El emisario de la Fifa para llevar adelante el cometido de poner en funciones a la comisión, Primo Corvaro, que dejará sus funciones en el máximo organismo del fútbol mundial a fines del corriente mes, inquirió a los dirigentes para que pongan en marcha "cuanto antes" el diseño del nuevo estatuto de la AFA, que entrará en vigencia el día que haya un presidente formal, elegido por los clubes.

El Tata dijo basta

Claro que tanto interés por el poder derivó en un consecuente desinterés por las responsabilidades naturales de AFA, provocando sacudones en sus espacios más representativos, como por caso el seleccionado argentino. El entrenador Gerardo Martino dijo "hasta aquí llegué" y se fue antes de los Juegos Olímpicos de Río, abrumado por la desorganización y las faltas de respeto que, como él mismo refirió, afectaban su "dignidad".

Lo sucedió Edgardo Bauza, pero obvio nada cambió. Al entrenador le tocó convencer a Messi de que diera marcha atrás con su renuncia a la selección, cansado de los problemas organizativos.

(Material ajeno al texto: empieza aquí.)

//! The parts; `[[course]]`, `[[panel]]` and `[[hatch]]`.

use super::capacity::{self, Bearer, Holding};
use super::curved;
use super::field::{Range, field};
use super::section::{Item, Section};
use super::secured;
use super::shape::{self, Cut, Placed};
use crate::tank::finding::{Code, Located};
use crate::tank::model::{
    Course, DesignPoint, Hatch, Heights, Opens, Panel, Part, PartKind, Plane, Shape,
};
use crate::units::Quantity::{Length, Speed};
use std::path::Path;

/// The parts in the order of the file.
pub(super) struct Parts {
    pub(super) read: Vec<Part>,
    /// Names, also of parts that could not be read.
    pub(super) names: Vec<Located<String>>,
    /// Whether all parts could be read.
    pub(super) complete: bool,
}

/// `folder` is that of the file.
pub(super) fn parts(root: &mut Section<'_>, folder: &Path) -> Parts {
    let mut sections = Vec::new();
    let mut stated = false;
    for (key, write) in [
        ("course", "[[course]] at the head of each course"),
        ("panel", "[[panel]] at the head of each panel"),
        ("hatch", "[[hatch]] at the head of each hatch"),
        ("curved", "[[curved]] at the head of each curved part"),
    ] {
        let empty = |item: Item<'_>| item.get_ref().as_array().is_some_and(|list| list.is_empty());
        stated |= root.item(key).is_some_and(|item| !empty(item));
        sections.extend(root.tables(key, write).into_iter().map(|section| (key, section)));
    }
    if !stated {
        let message = "the file describes no part: nothing would be judged";
        let hint = "write at least one [[course]], [[panel]], [[hatch]] or [[curved]]";
        root.report(Code::NoPart, root.span, message, hint);
    }
    sections.sort_by_key(|(_, section)| section.span);
    let count = sections.len();
    let mut names = Vec::new();
    let mut parts = Vec::new();
    for (kind, mut section) in sections {
        let name = name(&mut section, kind);
        names.extend(name.clone());
        let part = match kind {
            "course" => course(section, name).map(Part::Course),
            "panel" => panel(section, name).map(Part::Panel),
            "hatch" => hatch(section, name).map(Part::Hatch),
            _ => curved::curved(section, name, folder).map(Part::Curved),
        };
        parts.extend(part);
    }
    let complete = parts.len() == count;
    Parts { read: parts, names, complete }
}

fn name(section: &mut Section<'_>, kind: &str) -> Option<Located<String>> {
    let name = section.need_name("name", "\"ground hatch\", a name that no other part has")?;
    section.place = format!("{kind} `{}`", name.value);
    Some(name)
}

fn course(mut section: Section<'_>, name: Option<Located<String>>) -> Option<Course> {
    let bottom = section.need(field(
        "bottom",
        Length,
        Range::ANY,
        "\"2.4 m\", the height of its lower edge",
    ));
    let height = section.need(field(
        "height",
        Length,
        Range::POSITIVE,
        "\"2.4 m\", from its lower to its upper edge",
    ));
    let design_point = design_point(&mut section);
    let ratings = capacity::both(&mut section, Bearer::plain(PartKind::Course));
    let rate = section.take(field(
        "corrosion_rate",
        Speed,
        Range::NOT_NEGATIVE,
        "\"0.05 mm/year\", the loss of thickness",
    ));
    let span = section.span;
    section.finish();
    let (bottom_m, height_m, (capacity, capacity_inward)) = (bottom?, height?, ratings?);
    let heights = Heights {
        bottom_m: bottom_m.value,
        centre_m: bottom_m.value + 0.5 * height_m.value,
        top_m: bottom_m.value + height_m.value,
    };
    Some(Course {
        name: name?,
        bottom_m,
        height_m,
        heights,
        design_point: design_point?,
        capacity,
        capacity_inward,
        corrosion_rate_m_s: rate,
        span,
    })
}

/// The lower edge when not stated, which is the safe side.
fn design_point(section: &mut Section<'_>) -> Option<DesignPoint> {
    const WRITE: &str = "\"0 m\" for the lower edge, or \"0.3 m\" or \"1 ft\" with a rule";
    let rule = section.text("rule", "\"API 653 4.3.3.1\", the rule that allows the design point");
    if section.item("design_point").is_none() {
        return Some(DesignPoint { above_edge_m: 0.0, rule });
    }
    let point = section.take(field("design_point", Length, Range::ANY, WRITE))?;
    let is = |metres: f64| (point.value - metres).abs() < 1e-9;
    if is(0.0) {
        return Some(DesignPoint { above_edge_m: 0.0, rule });
    }
    let message = if !is(0.3) && !is(0.3048) {
        "`design_point` must be \"0 m\", \"0.3 m\" or \"1 ft\""
    } else if rule.is_none() {
        "`design_point` above the lower edge lowers the load and needs the rule that allows it"
    } else {
        return Some(DesignPoint { above_edge_m: point.value, rule });
    };
    let message = format!("{message}, in {}", section.place);
    let hint = "write design_point = \"0 m\", or name the rule: rule = \"API 653 4.3.3.1\"";
    section.report(Code::DesignPoint, point.span, message, hint);
    None
}

fn panel(mut section: Section<'_>, name: Option<Located<String>>) -> Option<Panel> {
    let cut = shape::need_cut(&mut section);
    let placed = shape::place(&mut section, cut.map(|cut| cut.value));
    let ratings = capacity::both(&mut section, Bearer::plain(PartKind::Panel));
    let span = section.span;
    section.finish();
    let (Placed { plane, placed_at }, (capacity, capacity_inward)) = (placed?, ratings?);
    Some(Panel { name: name?, plane, placed_at, capacity, capacity_inward, span })
}

fn hatch(mut section: Section<'_>, name: Option<Located<String>>) -> Option<Hatch> {
    const OPENS: [(&str, Opens); 2] = [("outward", Opens::Outward), ("inward", Opens::Inward)];
    let shape = shape::need(&mut section, "shape");
    let sealed = shape::need(&mut section, "sealed_to");
    let cut = shape.as_ref().map(|shape| Cut { shape: shape.value.clone(), hole: None });
    let placed = shape::place(&mut section, cut);
    let opens = section.need_choice(
        "opens",
        &OPENS,
        "\"outward\", or \"inward\" when the liquid presses the cover on its seat",
    );
    let mass = secured::cover_mass(&mut section);
    let secured_stated = section.item("secured").is_some();
    let secured = secured::secured(&mut section);
    let holding = Holding::of(secured.as_ref().map(|secured| &secured.value), secured_stated);
    let bearer =
        Bearer { opens: opens.map(|o| o.value), holding, ..Bearer::plain(PartKind::Hatch) };
    let ratings = capacity::both(&mut section, bearer);
    gasket(&section, shape.as_ref(), sealed.as_ref());
    let works = match (&secured, &placed, &sealed) {
        (Some(secured), Some(placed), Some(sealed)) => {
            secured::works(&section, secured, &placed.plane, sealed)
        }
        _ => true,
    };
    let span = section.span;
    section.finish();
    if !works || (secured_stated && secured.is_none()) {
        return None;
    }
    let (Placed { plane, placed_at }, (capacity, capacity_inward)) = (placed?, ratings?);
    let sealed = Plane::centred(sealed?.value, plane.slope_deg, plane.heights.centre_m);
    Some(Hatch {
        name: name?,
        opening: plane,
        sealed,
        placed_at,
        opens: opens?,
        secured,
        mass: mass?,
        capacity,
        capacity_inward,
        span,
    })
}

/// The gasket encloses the opening.
fn gasket(section: &Section<'_>, shape: Option<&Located<Shape>>, sealed: Option<&Located<Shape>>) {
    let Some(shape) = shape else { return };
    if let Some(sealed) = sealed.filter(|sealed| !sealed.value.encloses(&shape.value)) {
        let message = format!(
            "`sealed_to` in {} is {}, smaller than the opening, {}",
            section.place,
            shape::describe(&sealed.value),
            shape::describe(&shape.value)
        );
        let hint = "give the mean line of the gasket; it runs around the clear opening";
        section.report(Code::GasketInside, sealed.span, message, hint);
    }
}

Así, navegando al garete, la AFA llegó a fin de año, con Armando Pérez internado y en delicado estado de salud como último capítulo de la dramática novela.

La bendita TV

En términos de gestión, el último entuerto de 2016 fue el tema de la televisión, algo que se tornó imperativo cuando el gobierno nacional decidió dar por concluido anticipadamente el contrato de Fútbol para Todos, dejando en blanco la pantalla para 2017.

Las pujas por el dinero que la TV le deja al fútbol, la principal vía de ingresos para la mayoría de los clubes, obviamente no se hicieron esperar, pero ellas conllevaron otras disputas por espacios de poder que marcaron una división de aguas previamente establecidas en la constitución del nuevo estatuto de AFA, que en el borrador que Corvaro y la representante de la Conmebol, la abogada paraguaya Monserrat Jiménez, llevaron a la Fifa pusieron a los clubes del ascenso en una posición ventajosa respecto de los de primera.

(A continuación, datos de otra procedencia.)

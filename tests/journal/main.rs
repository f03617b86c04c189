//! The journal and the plan slots on a flash that loses power anywhere, holds anything, wears out.
#![allow(missing_docs, reason = "a test binary has no public interface")]

mod anchors;
mod bench;
mod chained;
mod controls;
mod cuts;
mod density;
mod half_erased;
mod plans;
mod random;
mod reader;
mod recorded;
mod restart;
mod ring;
mod rot;
mod series;
mod side_by_side;
mod speed;
mod warm;
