//! A table of the file as a reader sees it: it is asked for keys by name, collects findings, and
//! in the end reports every key that nobody asked for.
//!
//! A key that is asked for and wrong gives a finding and no value. Readers ask for all keys first
//! and give up afterwards, so one run shows every finding.

use std::cell::RefCell;

use toml::Spanned;
use toml::de::{DeTable, DeValue};

use crate::nearest::nearest;
use crate::tank::finding::{Code, Finding, Located, Span};
use crate::tank::schema::{Holds, Table};

/// A value with its place, as the parser gives it.
pub(crate) type Item<'a> = &'a Spanned<DeValue<'a>>;

/// Where findings gather.
#[derive(Default)]
pub(crate) struct Sink(RefCell<Vec<Finding>>);

impl Sink {
    /// Adds a finding.
    pub(crate) fn report(
        &self,
        code: Code,
        span: Span,
        message: impl Into<String>,
        hint: impl Into<String>,
    ) {
        let finding = Finding { code, span, message: message.into(), hint: hint.into() };
        self.0.borrow_mut().push(finding);
    }

    /// Takes back the findings about a key missing at `span`.
    fn withdraw(&self, span: Span, message: &str) {
        let stays = |f: &Finding| f.span != span || f.message != message;
        self.0.borrow_mut().retain(stays);
    }

    /// All findings so far.
    pub(crate) fn into_inner(self) -> Vec<Finding> {
        self.0.into_inner()
    }
}

/// One table with the keys that were asked for.
pub(crate) struct Section<'a> {
    table: &'a DeTable<'a>,
    /// Where findings about the table as a whole point.
    pub(crate) span: Span,
    /// Its name for messages, such as `[liquid]`.
    pub(crate) place: String,
    asked: Vec<&'static str>,
    /// What is described of it.
    described: &'static Table,
    pub(crate) sink: &'a Sink,
}

impl<'a> Section<'a> {
    pub(crate) fn new(
        table: &'a DeTable<'a>,
        span: Span,
        place: impl Into<String>,
        described: &'static Table,
        sink: &'a Sink,
    ) -> Self {
        Self { table, span, place: place.into(), asked: Vec::new(), described, sink }
    }

    /// Takes note of a key that is asked for, which must be described.
    fn ask(&mut self, key: &'static str) {
        debug_assert!(
            self.described.knows(key),
            "`{key}` is not described in table `{}`",
            self.described.name
        );
        #[cfg(test)]
        asked::note(self.described.name, key);
        self.asked.push(key);
    }

    /// Holds what is asked of a key against what is described.
    pub(crate) fn expect(&self, key: &str, fits: impl Fn(Holds) -> bool) {
        let described = self.described.key(key);
        debug_assert!(
            described.is_none_or(|key| fits(key.holds)),
            "`{key}` of table `{}` is described otherwise",
            self.described.name
        );
    }

    /// The value of a key, which is known from now on.
    pub(crate) fn item(&mut self, key: &'static str) -> Option<Item<'a>> {
        self.ask(key);
        self.table.get(key)
    }

    /// Whether a key stands, which was asked for before.
    pub(crate) fn item_is_there(&self, key: &str) -> bool {
        self.table.contains_key(key)
    }

    /// Where a key stands, if it does; the key is known from now on.
    pub(crate) fn key_span(&mut self, key: &'static str) -> Option<Span> {
        self.ask(key);
        self.table.get_key_value(key).map(|(key, _)| key.span().into())
    }

    /// Adds a finding.
    pub(crate) fn report(
        &self,
        code: Code,
        span: Span,
        message: impl Into<String>,
        hint: impl Into<String>,
    ) {
        self.sink.report(code, span, message, hint);
    }

    /// Reports a required key that is missing. `write` follows `key = ` in the hint.
    pub(crate) fn missing(&self, key: &str, write: &str) {
        self.report(Code::MissingKey, self.span, self.lacks(key), format!("write {key} = {write}"));
    }

    fn lacks(&self, key: &str) -> String {
        format!("`{key}` is missing in {}", self.place)
    }

    /// Reports a value of the wrong TOML type.
    pub(crate) fn wrong_type(&self, key: &str, item: Item<'_>, wanted: &str, write: &str) {
        let found = article(item.get_ref().type_str());
        let place = if self.place.is_empty() { "the file" } else { &self.place };
        let message = format!("`{key}` in {place} is {found}, it must be {wanted}");
        // What to write is a table header, or what follows the key.
        let header = write.trim_start_matches('[').starts_with(char::is_alphabetic);
        let hint = if header && write.starts_with('[') {
            format!("write {write}")
        } else {
            format!("write {key} = {write}")
        };
        self.report(Code::WrongType, item.span().into(), message, hint);
    }

    /// Refuses a key that is known and not offered.
    pub(crate) fn refuse(&mut self, key: &'static str, instead: &str) {
        if let Some(span) = self.key_span(key) {
            let message = format!("`{key}` in {} is not offered by this version", self.place);
            self.report(Code::NotOffered, span, message, instead);
        }
    }

    /// A table below this one.
    pub(crate) fn table(&mut self, key: &'static str, write: &str) -> Option<Section<'a>> {
        let item = self.item(key)?;
        let DeValue::Table(table) = item.get_ref() else {
            self.wrong_type(key, item, "a table", write);
            return None;
        };
        let place = if self.place.is_empty() { format!("[{key}]") } else { self.place_of(key) };
        let below = self.described.below(key);
        Some(Section::new(table, item.span().into(), place, below, self.sink))
    }

    /// A table below this one that must be there.
    pub(crate) fn need_table(&mut self, key: &'static str, write: &str) -> Option<Section<'a>> {
        if self.item(key).is_none() {
            self.missing(key, write);
            return None;
        }
        self.table(key, write)
    }

    /// A list of tables below this one; empty when absent.
    pub(crate) fn tables(&mut self, key: &'static str, write: &str) -> Vec<Section<'a>> {
        let Some(item) = self.item(key) else { return Vec::new() };
        let DeValue::Array(array) = item.get_ref() else {
            self.wrong_type(key, item, "a list of tables", write);
            return Vec::new();
        };
        let mut found = Vec::new();
        for entry in array {
            if let DeValue::Table(table) = entry.get_ref() {
                let root = self.place.is_empty();
                let place = if root { format!("[[{key}]]") } else { self.place_of(key) };
                let below = self.described.below(key);
                found.push(Section::new(table, entry.span().into(), place, below, self.sink));
            } else {
                self.wrong_type(key, entry, "a list of tables", write);
            }
        }
        found
    }

    /// The items of a list.
    pub(crate) fn items(
        &mut self,
        key: &'static str,
        write: &str,
    ) -> Option<(&'a [Spanned<DeValue<'a>>], Span)> {
        let item = self.item(key)?;
        if let DeValue::Array(array) = item.get_ref() {
            return Some((array, item.span().into()));
        }
        self.wrong_type(key, item, "a list", write);
        None
    }

    /// Of several keys one at most may stand; gives the one that does. `write` is a full hint.
    pub(crate) fn at_most_one(
        &mut self,
        keys: &[&'static str],
        write: &str,
    ) -> Option<&'static str> {
        let mut first = None;
        for &key in keys {
            let Some(span) = self.key_span(key) else { continue };
            if let Some(first) = first {
                let message = format!("`{key}` stands beside `{first}` in {}", self.place);
                self.report(Code::ConflictingKeys, span, message, write);
            } else {
                first = Some(key);
            }
        }
        first
    }

    /// Of several keys exactly one must stand; gives the one that does. `write` is a full hint.
    pub(crate) fn one_of(&mut self, keys: &[&'static str], write: &str) -> Option<&'static str> {
        let found = self.at_most_one(keys, write);
        if found.is_none() {
            let message = format!("{} needs {}", self.place, listed(keys));
            self.report(Code::MissingKey, self.span, message, write);
        }
        found
    }

    /// Reports every key that was not asked for.
    pub(crate) fn finish(self) {
        for key in self.table.keys() {
            let word = key.get_ref().as_ref();
            if !self.asked.contains(&word) {
                let hint = match nearest(word, self.asked.iter().copied()) {
                    Some(near) => {
                        // One slip is one finding.
                        self.sink.withdraw(self.span, &self.lacks(near));
                        format!("write {near}, the nearest known key, or remove it")
                    }
                    None => format!("remove it; known here: {}", self.known()),
                };
                let message = format!("key `{}` is not known in {}", shorten(word), self.place);
                self.report(Code::UnknownKey, key.span().into(), message, hint);
            }
        }
    }

    /// The keys of the table, for a reader that reports unknown ones in its own words.
    pub(crate) fn unasked(&self) -> Vec<(Located<&'a str>, Item<'a>)> {
        let rest =
            self.table.iter().filter(|(key, _)| !self.asked.contains(&key.get_ref().as_ref()));
        rest.map(|(key, item)| (Located::new(key.get_ref().as_ref(), key.span().into()), item))
            .collect()
    }

    /// The keys asked for so far, each once.
    pub(crate) fn known(&self) -> String {
        let mut keys = self.asked.clone();
        keys.sort_unstable();
        keys.dedup();
        keys.join(", ")
    }

    fn place_of(&self, key: &str) -> String {
        format!("`{key}` of {}", self.place)
    }
}

/// `` `a`, `b` or `c` ``.
pub(crate) fn listed(words: &[&str]) -> String {
    let quoted: Vec<String> = words.iter().map(|word| format!("`{word}`")).collect();
    match quoted.split_last() {
        Some((last, [])) => last.clone(),
        Some((last, rest)) => format!("{} or {last}", rest.join(", ")),
        None => String::new(),
    }
}

/// A word from the file, cut to what a message can hold.
pub(crate) fn shorten(word: &str) -> String {
    const LONGEST: usize = 40;
    if word.chars().count() <= LONGEST {
        return word.to_owned();
    }
    word.chars().take(LONGEST).chain(std::iter::once('\u{2026}')).collect()
}

fn article(type_name: &str) -> String {
    match type_name {
        "string" => "a text".to_owned(),
        "array" => "a list".to_owned(),
        "boolean" => "a truth value".to_owned(),
        "integer" => "a whole number".to_owned(),
        "float" => "a number".to_owned(),
        "datetime" => "a date".to_owned(),
        other => format!("a {other}"),
    }
}

/// What the readers asked for, for the test of the description.
#[cfg(test)]
pub(crate) mod asked {
    use std::cell::RefCell;
    use std::collections::BTreeSet;

    thread_local! {
        static ASKED: RefCell<BTreeSet<(&'static str, &'static str)>> = RefCell::default();
    }

    pub(super) fn note(table: &'static str, key: &'static str) {
        ASKED.with_borrow_mut(|asked| asked.insert((table, key)));
    }

    /// Table and key of all that was asked for on this thread.
    pub(crate) fn all() -> BTreeSet<(&'static str, &'static str)> {
        ASKED.with_borrow(Clone::clone)
    }
}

Es que este borrador que en primera instancia fue aprobado por la Fifa, y que ya volvió a la sede de AFA y está esperando el momento apropiado para salir a la luz, contiene un ítem clave como lo es la reducción del número de asambleístas, lo que deja al ascenso con mayoría de representantes respecto de los de primera y resignifica que para la toma de cualquier decisión, "los de abajo" serán los que les impongan condiciones "a los de arriba".

La superliga

La fuerza que tiene el ascenso se evidenció al neutralizar la creación de la superliga, una puerta de acceso a las sociedades anónimas, al tiempo que negociaron por su cuenta con la cadena estadounidense de televisión Espn. En tanto, los de primera lo hicieron con las también norteamericanas Turner y Fox, pero la oferta "mejorada" de estas últimas (subieron de 2 mil millones de pesos a 2 mil 200 millones) también fue rechazada (solicitaron 3 mil 500 millones).

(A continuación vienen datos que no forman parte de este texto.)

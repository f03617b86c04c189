//! Sector requests that wait, and the frames that answer them.

use super::outbox::Outbox;
use super::served::{Refusal, Served};
use heapless::Deque;
use strake_core::wire::{
    ErrorCode, FRAME_UNITS_MAX, Field, Kind, SECTOR_QUEUE, SectorEnd, SectorRequest, UNIT_BYTES,
};

/// First come, first served.
#[derive(Debug)]
pub(super) struct Sectors {
    queue: Deque<SectorRequest, SECTOR_QUEUE>,
}

/// Units of one frame: which, and how many bytes they are.
struct Run {
    unit: u8,
    offset: u16,
    units_mask: u32,
    bytes: usize,
}

impl Sectors {
    pub(super) const fn new() -> Self {
        Self { queue: Deque::new() }
    }

    pub(super) fn is_empty(&self) -> bool {
        self.queue.is_empty()
    }

    /// One more request; dropped when too many wait, which the host sees by the next ticket.
    pub(super) fn push(&mut self, request: SectorRequest) {
        let _full = self.queue.push_back(request);
    }

    /// The host has turned to something else.
    pub(super) fn clear(&mut self) {
        self.queue.clear();
    }

    /// Puts the next frame of the oldest request into the outbox.
    pub(super) fn next_frame<S: Served>(&mut self, served: &mut S, outbox: &mut Outbox) {
        let Some(request) = self.queue.front_mut() else { return };
        let ended = match served.sector_used(request.sequence) {
            None => Some((absent(served, request.sequence).number(), 0)),
            Some(used) => match next_run(request, used) {
                None => Some((0, used)),
                Some(run) => match put_data(request, &run, served, outbox) {
                    Ok(()) => {
                        request.wanted &= !run.units_mask;
                        None
                    }
                    Err(refusal) => Some((refusal.code.number(), used)),
                },
            },
        };
        if let Some((code, used)) = ended {
            outbox.put(&SectorEnd { ticket: request.ticket, code, used });
            self.queue.pop_front();
        }
    }
}

/// Why a sector is not stored.
fn absent<S: Served>(served: &mut S, sequence: u32) -> ErrorCode {
    if sequence > served.journal_bounds().newest {
        ErrorCode::SectorNotYet
    } else {
        ErrorCode::SectorGone
    }
}

/// The next neighbouring units that are wanted, as many as a frame may hold.
fn next_run(request: &SectorRequest, used: u16) -> Option<Run> {
    let unit = request.wanted.trailing_zeros();
    let start = usize::try_from(unit).ok()?.checked_mul(usize::from(UNIT_BYTES))?;
    let left = usize::from(used).checked_sub(start).filter(|left| *left > 0)?;
    let together = request.wanted.checked_shr(unit)?.trailing_ones();
    let units = together.min(u32::from(request.frame_units.clamp(1, FRAME_UNITS_MAX)));
    let units_mask = 1_u32.checked_shl(units)?.wrapping_sub(1).checked_shl(unit)?;
    let bytes = usize::try_from(units).ok()?.saturating_mul(usize::from(UNIT_BYTES)).min(left);
    Some(Run {
        unit: u8::try_from(unit).ok()?,
        offset: u16::try_from(start).ok()?,
        units_mask,
        bytes,
    })
}

/// The same bytes as [`strake_core::wire::SectorData`], read straight into the frame.
fn put_data<S: Served>(
    request: &SectorRequest,
    run: &Run,
    served: &mut S,
    outbox: &mut Outbox,
) -> Result<(), Refusal> {
    let mut result = Ok(());
    outbox.build(Kind::SectorData.number(), &mut |body| {
        request.ticket.put(body);
        run.unit.put(body);
        body.length(run.bytes);
        result = served.read_sector(request.sequence, run.offset, body.reserve(run.bytes));
    });
    result
}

Fútbol para Todos debía finalizar el 1º de septiembre de 2019 pero el gobierno de Macri anunció, contrariando su promesa de campaña, que terminará con el último día de 2016. Los clubes, que pensaban en mayores ganancias con la venta de los derechos de TV, por ahora no lo consiguieron y se plantean que siga Fútbol para Todos. De no creer.

La Comisión Normalizadora tiene mandato hasta el 30 de junio de 2017 pero los dirigentes esperan que en marzo, estatuto aprobado mediante, puedan celebrarse las elecciones en AFA. De allí a que reine el orden, es otra historia.